Stored data:
##############################

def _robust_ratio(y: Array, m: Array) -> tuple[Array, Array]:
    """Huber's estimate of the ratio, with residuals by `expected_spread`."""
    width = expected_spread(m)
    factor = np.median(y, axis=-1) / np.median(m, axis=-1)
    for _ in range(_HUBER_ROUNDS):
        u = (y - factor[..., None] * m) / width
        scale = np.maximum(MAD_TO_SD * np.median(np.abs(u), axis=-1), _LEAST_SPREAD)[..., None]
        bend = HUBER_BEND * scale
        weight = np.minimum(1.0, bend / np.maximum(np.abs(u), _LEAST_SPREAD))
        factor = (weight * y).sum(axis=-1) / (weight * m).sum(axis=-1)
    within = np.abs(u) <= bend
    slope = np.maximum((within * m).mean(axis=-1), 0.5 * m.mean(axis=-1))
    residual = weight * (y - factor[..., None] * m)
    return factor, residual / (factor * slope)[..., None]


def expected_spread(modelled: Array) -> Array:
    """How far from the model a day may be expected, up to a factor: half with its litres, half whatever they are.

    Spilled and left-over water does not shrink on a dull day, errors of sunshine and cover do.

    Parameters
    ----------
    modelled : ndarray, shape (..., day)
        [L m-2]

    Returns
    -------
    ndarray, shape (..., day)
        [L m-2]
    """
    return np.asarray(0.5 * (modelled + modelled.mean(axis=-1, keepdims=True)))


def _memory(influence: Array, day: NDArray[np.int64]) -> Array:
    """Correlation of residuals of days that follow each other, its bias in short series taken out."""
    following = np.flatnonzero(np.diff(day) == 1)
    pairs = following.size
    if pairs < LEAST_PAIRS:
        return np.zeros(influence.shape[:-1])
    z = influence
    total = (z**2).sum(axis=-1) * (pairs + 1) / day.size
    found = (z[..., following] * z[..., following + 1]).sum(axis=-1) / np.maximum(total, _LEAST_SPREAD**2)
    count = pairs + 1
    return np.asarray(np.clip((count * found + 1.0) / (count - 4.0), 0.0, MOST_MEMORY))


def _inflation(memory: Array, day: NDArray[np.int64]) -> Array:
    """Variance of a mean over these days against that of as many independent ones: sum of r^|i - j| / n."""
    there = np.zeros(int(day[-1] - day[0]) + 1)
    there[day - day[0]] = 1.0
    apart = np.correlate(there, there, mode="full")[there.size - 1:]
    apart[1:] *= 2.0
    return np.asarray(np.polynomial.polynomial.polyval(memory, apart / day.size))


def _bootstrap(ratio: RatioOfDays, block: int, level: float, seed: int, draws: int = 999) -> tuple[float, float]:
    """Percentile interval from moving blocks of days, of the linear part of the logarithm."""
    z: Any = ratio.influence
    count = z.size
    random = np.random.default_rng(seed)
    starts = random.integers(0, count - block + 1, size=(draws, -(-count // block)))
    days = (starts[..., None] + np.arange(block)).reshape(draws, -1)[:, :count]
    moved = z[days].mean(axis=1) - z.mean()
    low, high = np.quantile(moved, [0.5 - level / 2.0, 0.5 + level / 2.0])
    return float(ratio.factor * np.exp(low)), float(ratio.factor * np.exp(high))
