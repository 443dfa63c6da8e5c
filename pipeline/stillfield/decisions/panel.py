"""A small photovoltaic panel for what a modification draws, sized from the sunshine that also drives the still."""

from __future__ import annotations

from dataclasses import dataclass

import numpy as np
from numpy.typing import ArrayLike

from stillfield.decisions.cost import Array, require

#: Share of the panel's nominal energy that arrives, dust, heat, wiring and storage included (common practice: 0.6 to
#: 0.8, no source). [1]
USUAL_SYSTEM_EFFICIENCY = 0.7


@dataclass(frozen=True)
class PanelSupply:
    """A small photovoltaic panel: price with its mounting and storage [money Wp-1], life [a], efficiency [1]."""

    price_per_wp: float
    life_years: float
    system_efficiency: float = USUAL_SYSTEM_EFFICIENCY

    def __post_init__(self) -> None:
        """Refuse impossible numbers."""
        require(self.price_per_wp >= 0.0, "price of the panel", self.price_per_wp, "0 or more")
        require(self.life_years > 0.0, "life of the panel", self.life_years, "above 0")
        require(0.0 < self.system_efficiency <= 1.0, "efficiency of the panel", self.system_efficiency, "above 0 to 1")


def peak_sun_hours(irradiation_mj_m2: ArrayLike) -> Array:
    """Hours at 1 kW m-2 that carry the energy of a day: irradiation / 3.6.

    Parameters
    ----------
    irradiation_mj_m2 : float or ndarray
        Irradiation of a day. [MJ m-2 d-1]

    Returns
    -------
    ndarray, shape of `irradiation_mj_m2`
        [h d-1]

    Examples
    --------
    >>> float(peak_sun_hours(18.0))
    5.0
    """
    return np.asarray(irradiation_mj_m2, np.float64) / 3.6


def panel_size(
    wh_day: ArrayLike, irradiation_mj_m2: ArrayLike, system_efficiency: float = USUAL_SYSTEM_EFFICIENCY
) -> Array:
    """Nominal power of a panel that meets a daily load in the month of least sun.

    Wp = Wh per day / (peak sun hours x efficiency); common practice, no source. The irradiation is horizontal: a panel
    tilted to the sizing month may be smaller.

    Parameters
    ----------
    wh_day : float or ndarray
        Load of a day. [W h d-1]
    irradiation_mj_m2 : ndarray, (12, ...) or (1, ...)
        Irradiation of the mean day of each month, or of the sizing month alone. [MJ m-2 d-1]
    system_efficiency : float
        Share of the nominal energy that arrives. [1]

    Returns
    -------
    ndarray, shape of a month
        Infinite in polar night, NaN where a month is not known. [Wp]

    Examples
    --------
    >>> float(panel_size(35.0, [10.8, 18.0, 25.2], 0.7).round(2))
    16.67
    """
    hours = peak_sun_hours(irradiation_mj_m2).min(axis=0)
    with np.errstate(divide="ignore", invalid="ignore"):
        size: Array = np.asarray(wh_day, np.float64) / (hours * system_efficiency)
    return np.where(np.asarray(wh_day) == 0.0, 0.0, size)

##############################

Pick out every line above that contains the word "pairs" and copy it.

    pairs = following.size
    if pairs < LEAST_PAIRS:
    total = (z**2).sum(axis=-1) * (pairs + 1) / day.size
    count = pairs + 1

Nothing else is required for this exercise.